- [INSTRUCTIONS TO FOLLOW] Would you transcribe the line containing "element 0. */" and every line after it, through the end of the records below, exactly and with nothing else?

Stored data entries
___

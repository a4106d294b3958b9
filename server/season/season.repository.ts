import { Readable } from 'node:stream';
import { pipeline } from 'node:stream/promises';
import type pg from 'pg';
import { from as copyFrom } from 'pg-copy-streams';
import type { DataSource, EntityManager } from 'typeorm';
import { formatIsoDate, parseIsoDate } from '../../shared/model';
import { BinaryCopyWriter } from '../db/pg-binary-copy';

export interface DistrictForRun {
  id: string;
  code: string;
  name: string;
  lat: number | null;
  profiles: { profileId: string; biofix: string | null }[];
}

/** Dense daily weather columns from `startDate` (NaN where unknown), with how many days had a row. */
export interface WeatherColumns {
  startDate: string;
  length: number;
  tmin: Float64Array;
  tmax: Float64Array;
  rh: Float64Array;
  filled: Uint8Array;
  /** Days that had a row in district_weather_days (with or without temperatures). */
  rows: number;
}

function emptyWeatherColumns(startDate: string, length: number): WeatherColumns {
  return {
    startDate, length, rows: 0,
    tmin: new Float64Array(length).fill(Number.NaN), tmax: new Float64Array(length).fill(Number.NaN),
    rh: new Float64Array(length).fill(Number.NaN), filled: new Uint8Array(length),
  };
}

/** Views (no copy) of a dense multi-year range, one per calendar year, each counting its known days as rows. */
export function weatherByYear(c: WeatherColumns): Map<number, WeatherColumns> {
  const out = new Map<number, WeatherColumns>();
  const first = parseIsoDate(c.startDate);
  let i = 0;
  while (i < c.length) {
    const year = Number(formatIsoDate(first + i).slice(0, 4));
    const end = Math.min(c.length, parseIsoDate(`${year + 1}-01-01`) - first);
    let known = 0;
    for (let k = i; k < end; k++) if (c.tmin[k] === c.tmin[k]) known++;
    out.set(year, {
      startDate: formatIsoDate(first + i), length: end - i, rows: known,
      tmin: c.tmin.subarray(i, end), tmax: c.tmax.subarray(i, end), rh: c.rh.subarray(i, end), filled: c.filled.subarray(i, end),
    });
    i = end;
  }
  return out;
}

export interface CaseRow {
  districtId: string;
  diseaseId: string;
  epiYear: number;
  epiWeek: number;
  cases: number;
}

export interface SurveyRow {
  districtId: string;
  surveyDate: string;
  housesInspected: number;
  housesPositive: number;
  containersInspected: number;
  containersPositive: number;
  pupae: number | null;
}

/** What the season run reads and writes. Reads of other features' tables are plain SQL, read-only. */
export class SeasonRepository {
  constructor(private readonly ds: DataSource) {}

  async districts(): Promise<DistrictForRun[]> {
    const rows: { id: string; code: string; name: string; lat: number | null; profiles: { profileId: string; biofix: string | null }[] | null }[] =
      await this.ds.query(
        `SELECT d.id, d.code, d.name, d.centroid_lat AS lat,
                json_agg(json_build_object('profileId', dp.profile_id, 'biofix', dp.biofix) ORDER BY dp.profile_id)
                  FILTER (WHERE dp.profile_id IS NOT NULL) AS profiles
           FROM districts d LEFT JOIN district_profiles dp ON dp.district_id = d.id
          GROUP BY d.id ORDER BY d.code`,
      );
    return rows.map((r) => ({ ...r, profiles: r.profiles ?? [] }));
  }

  /**
   * A fingerprint of each district's inputs for the season: weather days, case counts of the years
   * the channel reads, surveys and profiles. Each input row is hashed from its binary values
   * (hash_record_extended: no number is turned into text) and a district's rows are combined with
   * bit_xor and counted — the date or week is in every hashed row, so the same values on other days
   * give another fingerprint. JIT is off for this query: compiling it cost more than running it.
   */
  async fingerprints(from: string, to: string, fromYear: number): Promise<Map<string, string>> {
    const rows: { id: string; fp: string }[] = await this.ds.transaction(async (m) => {
      await m.query('SET LOCAL jit = off');
      return m.query(
        `WITH w AS (SELECT district_id, bit_xor(hash_record_extended((date, tmin, tmax, rh, filled), 0)) || ':' || count(*) h
                      FROM district_weather_days WHERE date BETWEEN $1 AND $2 GROUP BY district_id),
              c AS (SELECT district_id, bit_xor(hash_record_extended((disease_id, epi_year, epi_week, cases), 0)) || ':' || count(*) h
                      FROM case_counts WHERE epi_year >= $3 AND voided_at IS NULL GROUP BY district_id),
              k AS (SELECT district_id, bit_xor(hash_record_extended((epi_year, epi_week), 0)) || ':' || count(*) h
                      FROM case_week_closures WHERE epi_year >= $3 GROUP BY district_id),
              s AS (SELECT district_id, bit_xor(hash_record_extended((id, houses_inspected, houses_positive, containers_inspected, containers_positive, pupae), 0)) || ':' || count(*) h
                      FROM larval_surveys WHERE survey_date BETWEEN ($1::date - 28) AND $2 AND voided_at IS NULL GROUP BY district_id),
              p AS (SELECT district_id, string_agg(concat_ws(':', profile_id, biofix), ',' ORDER BY profile_id) h
                      FROM district_profiles GROUP BY district_id)
         SELECT d.id, md5(concat_ws('|', d.centroid_lat, w.h, c.h, k.h, s.h, p.h)) AS fp
           FROM districts d
           LEFT JOIN w ON w.district_id = d.id LEFT JOIN c ON c.district_id = d.id LEFT JOIN k ON k.district_id = d.id
           LEFT JOIN s ON s.district_id = d.id LEFT JOIN p ON p.district_id = d.id`,
        [from, to, fromYear],
      );
    });
    return new Map(rows.map((r) => [r.id, r.fp]));
  }

  /**
   * Station-days held as implausible (docs/weather-intake.md § Plausibility) between two dates: they are
   * left out of the district series, so the run computes without them. How many, and at which stations.
   */
  async heldWeather(from: string, to: string): Promise<{ count: number; stations: string[] }> {
    const [r]: { count: number; stations: string[] }[] = await this.ds.query(
      // Straight from the station-years of the season's calendar years (the view would unnest every year).
      `SELECT count(*)::int AS count, coalesce(array_agg(DISTINCT s.code ORDER BY s.code), '{}') AS stations
         FROM weather_station_years y
         JOIN weather_stations s ON s.id = y.station_id
        CROSS JOIN LATERAL unnest(y.flags) WITH ORDINALITY AS f(bits, i)
        WHERE y.year BETWEEN $3 AND $4 AND f.bits & 8 <> 0 AND y.tmin[f.i] IS NOT NULL
          AND make_date(y.year, 1, 1) + (f.i - 1)::int BETWEEN $1::date AND $2::date`,
      [from, to, Number(from.slice(0, 4)), Number(to.slice(0, 4))],
    );
    return r;
  }

  async runStates(): Promise<Map<string, { fingerprint: string; asOf: string }>> {
    const rows: { district_id: string; fingerprint: string; as_of: string }[] = await this.ds.query(
      `SELECT district_id, fingerprint, to_char(as_of, 'YYYY-MM-DD') AS as_of FROM district_run_state`,
    );
    return new Map(rows.map((r) => [r.district_id, { fingerprint: r.fingerprint, asOf: r.as_of }]));
  }

  /**
   * Each requested district's daily weather from `from` to `to` as dense columns (a day without a row, or
   * without Tmin or Tmax, is NaN: a gap, never zero heat). One row of arrays per district from
   * PostgreSQL, day offsets instead of date strings, so no object or date is made per day.
   */
  async weather(districtIds: string[], from: string, to: string): Promise<Map<string, WeatherColumns>> {
    // Each column comes as one bytea of big-endian binary values (int4send / float8send), which the
    // driver turns into a Buffer natively: parsing millions of numbers from array text was the run's
    // largest cost. An unknown temperature or humidity is sent as NaN.
    const rows: { district_id: string; i: Buffer; tmin: Buffer; tmax: Buffer; rh: Buffer; filled: Buffer }[] = await this.ds.query(
      `SELECT district_id,
              string_agg(int4send(date - $2::date), ''::bytea ORDER BY date) AS i,
              string_agg(float8send(coalesce(tmin, 'NaN')), ''::bytea ORDER BY date) AS tmin,
              string_agg(float8send(coalesce(tmax, 'NaN')), ''::bytea ORDER BY date) AS tmax,
              string_agg(float8send(coalesce(rh, 'NaN')), ''::bytea ORDER BY date) AS rh,
              string_agg(CASE WHEN filled THEN '\\x01'::bytea ELSE '\\x00'::bytea END, ''::bytea ORDER BY date) AS filled
         FROM district_weather_days WHERE district_id = ANY($1) AND date BETWEEN $2 AND $3 GROUP BY district_id`,
      [districtIds, from, to],
    );
    const n = parseIsoDate(to) - parseIsoDate(from) + 1;
    const out = new Map<string, WeatherColumns>();
    for (const r of rows) {
      const c = emptyWeatherColumns(from, n);
      const count = r.i.length / 4;
      c.rows = count;
      for (let k = 0; k < count; k++) {
        const i = r.i.readInt32BE(4 * k);
        const lo = r.tmin.readDoubleBE(8 * k);
        const hi = r.tmax.readDoubleBE(8 * k);
        if (lo !== lo || hi !== hi) continue;
        c.tmin[i] = lo;
        c.tmax[i] = hi;
        c.rh[i] = r.rh.readDoubleBE(8 * k);
        c.filled[i] = r.filled[k];
      }
      out.set(r.district_id, c);
    }
    for (const id of districtIds) if (!out.has(id)) out.set(id, emptyWeatherColumns(from, n)); // no row at all: every day a gap
    return out;
  }

  async cases(districtIds: string[], fromYear: number): Promise<CaseRow[]> {
    return this.ds.query(
      `SELECT district_id AS "districtId", disease_id AS "diseaseId", epi_year AS "epiYear", epi_week AS "epiWeek", cases
         FROM case_counts WHERE district_id = ANY($1) AND epi_year >= $2 AND voided_at IS NULL ORDER BY epi_year, epi_week`,
      [districtIds, fromYear],
    );
  }

  /**
   * Closed weeks by district ("year:week" keys): a closed week is complete even before its deadline. Only
   * closures made by the end of the as-of day (in the deployment's time zone) count: a run dated in the
   * past must not read a week closed later as already complete.
   */
  async closedWeeks(districtIds: string[], fromYear: number, asOf: string, timeZone: string): Promise<Map<string, Set<string>>> {
    const rows: { district_id: string; epi_year: number; epi_week: number }[] = await this.ds.query(
      `SELECT district_id, epi_year, epi_week FROM case_week_closures
        WHERE district_id = ANY($1) AND epi_year >= $2 AND closed_at < (($3::date + 1)::timestamp AT TIME ZONE $4)`,
      [districtIds, fromYear, asOf, timeZone],
    );
    const out = new Map<string, Set<string>>();
    for (const r of rows) {
      if (!out.has(r.district_id)) out.set(r.district_id, new Set());
      out.get(r.district_id)!.add(`${r.epi_year}:${r.epi_week}`);
    }
    return out;
  }

  async excludedYears(districtIds: string[]): Promise<Map<string, number[]>> {
    const rows: { district_id: string; disease_id: string; excluded_years: number[] }[] = await this.ds.query(
      `SELECT district_id, disease_id, excluded_years FROM case_channel_settings WHERE district_id = ANY($1)`,
      [districtIds],
    );
    return new Map(rows.map((r) => [`${r.district_id}:${r.disease_id}`, r.excluded_years]));
  }

  async surveys(districtIds: string[], from: string, to: string): Promise<SurveyRow[]> {
    return this.ds.query(
      `SELECT district_id AS "districtId", to_char(survey_date, 'YYYY-MM-DD') AS "surveyDate",
              houses_inspected AS "housesInspected", houses_positive AS "housesPositive",
              containers_inspected AS "containersInspected", containers_positive AS "containersPositive", pupae
         FROM larval_surveys WHERE district_id = ANY($1) AND survey_date BETWEEN $2 AND $3 AND voided_at IS NULL`,
      [districtIds, from, to],
    );
  }

  async previousTiers(districtIds: string[], epiYear: number, epiWeek: number) {
    const rows: { district_id: string; tier: string; score: number; drivers: unknown }[] = await this.ds.query(
      `SELECT DISTINCT ON (district_id) district_id, tier, score, drivers FROM district_tiers
        WHERE district_id = ANY($1) AND (epi_year, epi_week) < ($2, $3)
        ORDER BY district_id, epi_year DESC, epi_week DESC`,
      [districtIds, epiYear, epiWeek],
    );
    return new Map(rows.map((r) => [r.district_id, r]));
  }

  /**
   * Replace these districts' stored season in the caller's transaction: all of it or none. One row per
   * district and profile (arrays of days), sent in PostgreSQL's binary COPY format: no number is turned into text
   * and back, and a full run inserts 5 tuples per district instead of about 1,700.
   */
  async replaceVectorClock(manager: EntityManager, seasonYear: number, districts: { districtId: string; series: VectorClockSeries[] }[]): Promise<number> {
    await manager.query('DELETE FROM vector_clock_seasons WHERE district_id = ANY($1) AND season_year = $2', [districts.map((d) => d.districtId), seasonYear]);
    const all = districts.flatMap((d) => d.series.map((s) => ({ districtId: d.districtId, s })));
    if (all.length === 0) return 0;
    const w = new BinaryCopyWriter(all.length * all[0].s.length * 60 + 1024);
    let days = 0;
    for (const { districtId, s } of all) {
      const n = s.length;
      days += n;
      w.row(17).uuid(districtId).text(s.profileId).int4(seasonYear).date(s.startDay).int4(n)
        .float4Array(s.degreeDays, 0, n).float4Array(s.cumulativeDegreeDays, 0, n).boolArray(s.complete, 0, n)
        .float4Array(s.generations, 0, n).float4Array(s.eipDays, 0, n).float4Array(s.survival, 0, n)
        .float4Array(s.survivalThroughEip, 0, n).float4Array(s.eipShare, 0, n).float4Array(s.rvc, 0, n)
        .float4Array(s.rvcLow, 0, n).float4Array(s.rvcHigh, 0, n).boolArray(s.seasonOpen, 0, n);
    }
    const client = (manager.queryRunner as unknown as { databaseConnection: pg.PoolClient }).databaseConnection;
    const copy = client.query(copyFrom(
      `COPY vector_clock_seasons (district_id, profile_id, season_year, start_date, days, degree_days, cumulative_degree_days,
         complete, generations, eip_days, survival, survival_through_eip, eip_share, rvc, rvc_low, rvc_high, season_open)
       FROM STDIN (FORMAT binary)`,
    ));
    await pipeline(Readable.from([w.finish()]), copy);
    return days;
  }
}

/**
 * One profile's vector clock over a season, as columns (element i is day `startDay + i`; NaN is
 * unknown and is stored as a NULL element).
 */
export interface VectorClockSeries {
  profileId: string;
  /** Day number (days since 1970-01-01) of element 0. */
  startDay: number;
  length: number;
  degreeDays: Float32Array;
  cumulativeDegreeDays: Float32Array;
  complete: Uint8Array;
  generations: Float32Array;
  eipDays: Float32Array;
  survival: Float32Array;
  survivalThroughEip: Float32Array;
  eipShare: Float32Array;
  rvc: Float32Array;
  rvcLow: Float32Array;
  rvcHigh: Float32Array;
  seasonOpen: Uint8Array;
}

___

- [EXERCISE ANSWER]
  /** Day number (days since 1970-01-01) of element 0. */
  startDay: number;
  length: number;
  degreeDays: Float32Array;
  cumulativeDegreeDays: Float32Array;
  complete: Uint8Array;
  generations: Float32Array;
  eipDays: Float32Array;
  survival: Float32Array;
  survivalThroughEip: Float32Array;
  eipShare: Float32Array;
  rvc: Float32Array;
  rvcLow: Float32Array;
  rvcHigh: Float32Array;
  seasonOpen: Uint8Array;
}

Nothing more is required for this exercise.